Vielleicht hat ja jemand Tipps oder Ratschläge für mich^^.

PC:
GPU: GTX 1070
CPU: i5 6500
RAM: 16 GB 3200 DDR4
Mainboard: AsRock Z170 Extreme 4
Netzteil: 400 Watt be quiet! Straight Power 10 Non-
SSD: 250 GB von Crucial


----------



## tdi-fan (17. Dezember 2016)

Nö, kann ich nicht zustimmen. Bei mir läuft alles ziemlich flott, teilweise schneller als Windows 7, Spiele haben eine wesentlich bessere Performance .

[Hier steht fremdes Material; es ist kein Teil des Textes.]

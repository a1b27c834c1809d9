import type { PressureUnit } from '~/units';
import { resultFigures, resultSentence } from './result-words';
import { ReviewFigures } from './review-figures';
import type { ReviewResult } from './review-model';

/** What the fill came to: a sentence, the figures, and what they were computed from. */
export function ReviewOutcome({ result, unit }: { result: ReviewResult; unit: PressureUnit }) {
  return (
    <section className="grid gap-6" aria-label="Result">
      <p className="review-result">{resultSentence(result, unit)}</p>
      <ReviewFigures figures={resultFigures(result, unit)} />
      <p className="quiet text-base">
        Worked out by engine version {result.engineVersion} from the record up to number{' '}
        {result.lastSeq}.
      </p>
    </section>
  );
}
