import { type Coach, drawCoach } from './coach';
import type { FillOutcome } from './outcome';
import { playPerfect } from './perfect';
import type { PersonTraits } from './person-traits';
import { between, diceFor } from './random';
import { fillByEye, outcomeByEye, startMemory } from './tee-person';
import { activeTire, copyWorld, STEP_S, startWorld, stepWorld, type World } from './world';

/** Walk to the next tire with hose and chuck, s. */
export const BETWEEN_TIRES_S: [number, number] = [25, 60];
/** Nobody, perfect or not, stays longer than this at a tire that cannot be reached, s. */
const HOPELESS_S = 10;

export function walkOn(world: World, seconds: number): void {
  for (let i = 0; i < Math.round(seconds / STEP_S); i++) stepWorld(world);
}

/** The perfect player's seconds from here; unreachable tires are not worth the search. */
export function perfectFrom(world: World) {
  return playPerfect(copyWorld(world), activeTire(world).reachable ? undefined : HOPELESS_S);
}

/** One person without the product fills the four tires of one coach. */
export function roundByEye(id: number, traits: PersonTraits, stream: number): FillOutcome[] {
  const coach: Coach = drawCoach(id);
  const world = startWorld(coach, 0);
  const dice = diceFor(id, 3, stream);
  const memory = startMemory(traits, dice);
  const outcomes: FillOutcome[] = [];
  for (const index of coach.tires.keys()) {
    world.active = index;
    walkOn(world, between(dice, ...BETWEEN_TIRES_S));
    if (!activeTire(world).reachable) continue;
    const { seconds } = perfectFrom(world);
    outcomes.push(
      outcomeByEye(world, index, seconds, () => fillByEye(world, traits, memory, dice)),
    );
  }
  return outcomes;
}
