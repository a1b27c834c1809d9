import type { Transaction } from 'sequelize';
import type { Action, Actor } from '~/access/can';
import { idField } from '~/fill/wire-fields';
import { Round } from '~/models/round.server';
import { Run } from '~/models/run.server';
import { notFound, Refusal } from '~/services/refusal.server';
import { requireCoach } from './coach-access.server';

interface Reach {
  transaction: Transaction;
  /** Holds the row until the transaction ends: one writer at a time. */
  lock?: boolean;
}

/**
 * The round, when `actor` may do `action` to its coach.
 * @throws Refusal `round-not-found`, the same for one that is not there; `not-allowed`
 */
export async function requireRound(
  actor: Actor,
  action: Action,
  roundId: string,
  reach?: Reach,
): Promise<Round> {
  const round = isId(roundId) ? await Round.findByPk(roundId, reading(reach)) : null;
  if (!round) throw notFound('round');
  await requireCoachOf('round', actor, action, round.coachId, reach);
  return round;
}

/**
 * The fill, when `actor` may do `action` to its coach.
 * @throws Refusal `fill-not-found`, the same for one that is not there; `not-allowed`
 */
export async function requireRun(
  actor: Actor,
  action: Action,
  runId: string,
  reach?: Reach,
): Promise<Run> {
  const run = isId(runId) ? await Run.findByPk(runId, reading(reach)) : null;
  if (!run) throw notFound('fill');
  await requireCoachOf('fill', actor, action, run.coachId, reach);
  return run;
}

/** Anything can stand in the address of a page; PostgreSQL takes only a UUID for an id. */
const isId = (text: string) => idField.safeParse(text).success;

const reading = (reach: Reach | undefined) =>
  reach
    ? {
        transaction: reach.transaction,
        ...(reach.lock ? { lock: reach.transaction.LOCK.UPDATE } : {}),
      }
    : {};

/** Whoever may not know of the coach learns nothing about the round either. */
async function requireCoachOf(
  what: 'round' | 'fill',
  actor: Actor,
  action: Action,
  coachId: string,
  reach: Reach | undefined,
): Promise<void> {
  try {
    await requireCoach(actor, action, coachId, reach?.transaction);
  } catch (thrown) {
    throw thrown instanceof Refusal && thrown.kind === 'not-found' ? notFound(what) : thrown;
  }
}
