import { describe, expect, it } from 'vitest';
import { kpaPerPsi } from '~/units';
import { callWords } from './entry-words';
import { looksUntilLong, nextLookMs } from './next-look';
import { notesOf } from './note-words';
import { resultFigures, resultSentence } from './result-words';
import type { ReviewEntry, ReviewResult } from './review-model';
import { clockTime, dayOf, minuteOf, sinceStart } from './review-time';

const result: ReviewResult = {
  startKpa: 101 * kpaPerPsi,
  endKpa: 104.5 * kpaPerPsi,
  targetKpa: 104.5 * kpaPerPsi,
  toleranceKpa: 7,
  seconds: 400,
  secondsOn: 94,
  timesOn: 2,
  lostKpa: 0,
  secondsBelow: 0,
  highestSupplyKpa: 118 * kpaPerPsi,
  lowestSupplyKpa: 92 * kpaPerPsi,
  outcome: 'done',
  engineVersion: '1',
  lastSeq: 30,
};

describe('the result in one sentence', () => {
  it('says from, to, target, how often and how long, and what was lost', () => {
    expect(resultSentence(result, 'psi')).toBe(
      'From 101.0 to 104.5 psi, target 104.5. On 2 times, 1:34 in all. No air lost.',
    );
  });

  it('speaks the reader’s unit', () => {
    expect(resultSentence(result, 'kPa')).toMatch(/^From 696 to 721 kPa, target 721\./);
    expect(resultFigures(result, 'bar')[0]).toEqual({ name: 'Start', value: '6.96 bar' });
  });

  it('says what was lost, once, never, and not gauged', () => {
    expect(resultSentence({ ...result, lostKpa: 2.1 }, 'psi')).toMatch(/0\.3 psi lost\.$/);
    expect(resultSentence({ ...result, timesOn: 1 }, 'psi')).toContain('On once, for 1:34.');
    expect(resultSentence({ ...result, timesOn: 0, secondsOn: 0 }, 'psi')).toContain('Never on.');
    expect(resultSentence({ ...result, endKpa: null }, 'psi')).toContain('Not gauged at the end.');
  });

  it('calls what is below the last figure no loss', () => {
    expect(resultSentence({ ...result, lostKpa: 0.2 }, 'psi')).toContain('No air lost.');
  });
});

describe('the notes', () => {
  const entry = (use: ReviewEntry['use']) => ({ use }) as ReviewEntry;

  it('are none when everything counted', () => {
    expect(notesOf([entry('used')], false)).toEqual([]);
  });

  it('say what did not count and why', () => {
    const notes = notesOf([entry('after-end'), entry('after-end'), entry('already-ended')], true);
    expect(notes.join(' ')).toMatch(/Another fill .* already ended .* 2 events came after the end/);
  });
});

describe('times', () => {
  const at = new Date('2026-11-14T06:05:09Z');

  it('are those of the round’s own zone', () => {
    expect(clockTime(at, 'America/Denver')).toBe('23:05:09');
    expect(minuteOf(at, 'Europe/Vienna')).toMatch(/^0?7:05$/);
    expect(dayOf(at, 'America/Denver')).toBe('13 November 2026');
  });

  it('since the start never run ahead', () => {
    expect(sinceStart(94.9)).toBe('1:34');
  });
});

describe('waiting for the result', () => {
  it('asks ever more rarely, says when it takes long, and stops after about a minute', () => {
    let looks = 0;
    let sum = 0;
    for (let ms = nextLookMs(0); ms !== undefined; ms = nextLookMs(++looks)) sum += ms;
    expect(looks).toBeGreaterThan(looksUntilLong);
    expect(sum).toBeGreaterThan(45_000);
    expect(sum).toBeLessThan(90_000);
  });
});

describe('calls on record', () => {
  it('speak of the valve where there is one', () => {
    expect(callWords('chuck-off', true)).toBe('Close it');
    expect(callWords('chuck-off', false)).toBe('Take it off');
    expect(callWords('wait', true)).toBe('Wait');
  });
});
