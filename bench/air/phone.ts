import type { Adviser, FillEvent } from './adviser';
import { around, between, chance, type Dice } from './random';

type WithoutTime<T> = T extends unknown ? Omit<T, 'at' | 'id'> : never;
/** An event as a thumb makes it: the phone adds time and id. */
export type Tapped = WithoutTime<FillEvent>;

interface Queued {
  arrivesAt: number;
  event: FillEvent;
}

/** The taps of one fill, with the lateness of thumbs and of the way between two phones. */
export interface Phone {
  adviser: Adviser;
  dice: Dice;
  now: number;
  queue: Queued[];
  log: FillEvent[];
  taps: number;
  onEvent: (event: FillEvent) => void;
}

/** Share of taps that are forgotten, and of those that come very late. */
const FORGOTTEN = 0.02;
const VERY_LATE = 0.04;

export function newPhone(adviser: Adviser, dice: Dice): Phone {
  return { adviser, dice, now: 0, queue: [], log: [], taps: 0, onEvent: () => {} };
}

/** A tap for something just done: a moment late, now and then much later or never. */
export function tapDone(phone: Phone, event: Tapped, fromCab = false): void {
  const { dice } = phone;
  if (chance(dice, FORGOTTEN)) return;
  const late = chance(dice, VERY_LATE) ? between(dice, 3, 8) : around(dice, 0.6, 0.6);
  tapAt(phone, event, phone.now + late, fromCab);
}

/** A tap that is itself the act (a reading typed in): stamped now. */
export function tapNow(phone: Phone, event: Tapped, fromCab = false): void {
  tapAt(phone, event, phone.now, fromCab);
}

function tapAt(phone: Phone, event: Tapped, at: number, fromCab: boolean): void {
  phone.taps += 1;
  const way = fromCab ? around(phone.dice, 0.4, 0.7) : 0;
  const stamped = { ...event, at: Math.round(at * 1000) / 1000, id: `t${phone.taps}` };
  phone.queue.push({ arrivesAt: at + way, event: stamped as FillEvent });
}

/** What the phone records by itself: no thumb, no lateness, no tap. */
export function recordCall(phone: Phone, call: FillEvent): void {
  deliver(phone, call);
}

/** Hands what has arrived by now to the adviser. True when something did. */
export function deliverDue(phone: Phone, now: number): boolean {
  phone.now = now;
  if (phone.queue.every((queued) => queued.arrivesAt > now)) return false;
  const due = phone.queue.filter((queued) => queued.arrivesAt <= now);
  phone.queue = phone.queue.filter((queued) => queued.arrivesAt > now);
  for (const { event } of due) deliver(phone, event);
  return true;
}

function deliver(phone: Phone, event: FillEvent): void {
  phone.log.push(event);
  phone.onEvent(event);
  phone.adviser.apply(event);
}
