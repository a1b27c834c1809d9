import type { Figure } from './result-words';

/** Figures as a list of definitions. */
export function ReviewFigures({ figures }: { figures: readonly Figure[] }) {
  return (
    <dl className="review-figures">
      {figures.map(({ name, value }) => (
        <div key={name}>
          <dt>{name}</dt>
          <dd>{value}</dd>
        </div>
      ))}
    </dl>
  );
}
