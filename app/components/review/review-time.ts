import { formatDuration, seconds } from '~/units';

/** "9:12:05" of the clock where the round was made. */
export const clockTime = (at: Date, timeZone: string): string =>
  format(at, { hour: 'numeric', minute: '2-digit', second: '2-digit', timeZone });

/** "14 November 2026" where the round was made. */
export const dayOf = (at: Date, timeZone: string): string =>
  format(at, { day: 'numeric', month: 'long', year: 'numeric', timeZone });

/** "9:12" of the clock where the round was made. */
export const minuteOf = (at: Date, timeZone: string): string =>
  format(at, { hour: 'numeric', minute: '2-digit', timeZone });

/** "1:34" since the fill's start, whole seconds that have passed. */
export const sinceStart = (at: number): string => formatDuration(seconds(Math.floor(at)));

function format(at: Date, options: Intl.DateTimeFormatOptions): string {
  return new Intl.DateTimeFormat('en-GB', options).format(at);
}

Installier Win10 einfach mal clean.


----------



## Belezebell (17. Dezember 2016)

Das habe ich schon gemacht jedoch hat sich das nichts verbessert.


----------



## tdi-fan (18. Dezember 2016)

Hast du  die Chipsatz-Treiber vom Mainboard-Hersteller etc auch installiert? Kann mir einfach nicht vorstellen, dass dein System nur wegen Win10 unrund läuft.



Belezebell schrieb:


> Das habe ich schon gemacht jedoch hat sich das nichts verbessert.


----------



## fotoman (18. Dezember 2016)

Wie lange hat Win 10 sich schon selber optimiert? Davon, dass alle Windows Patches installiert sind und Windows Update entweder keine neueren Updates mehr meldet oder es deaktiviert ist, gehe ich aus. Hast Du alles so konfiguriert, wie es vorher unter Win 7 auch war? Nicht, dass Du vorher z.B. die Dateiindizierung und die Live-Virensuche deaktiviert hattest und das nun einfach aktiviert ist.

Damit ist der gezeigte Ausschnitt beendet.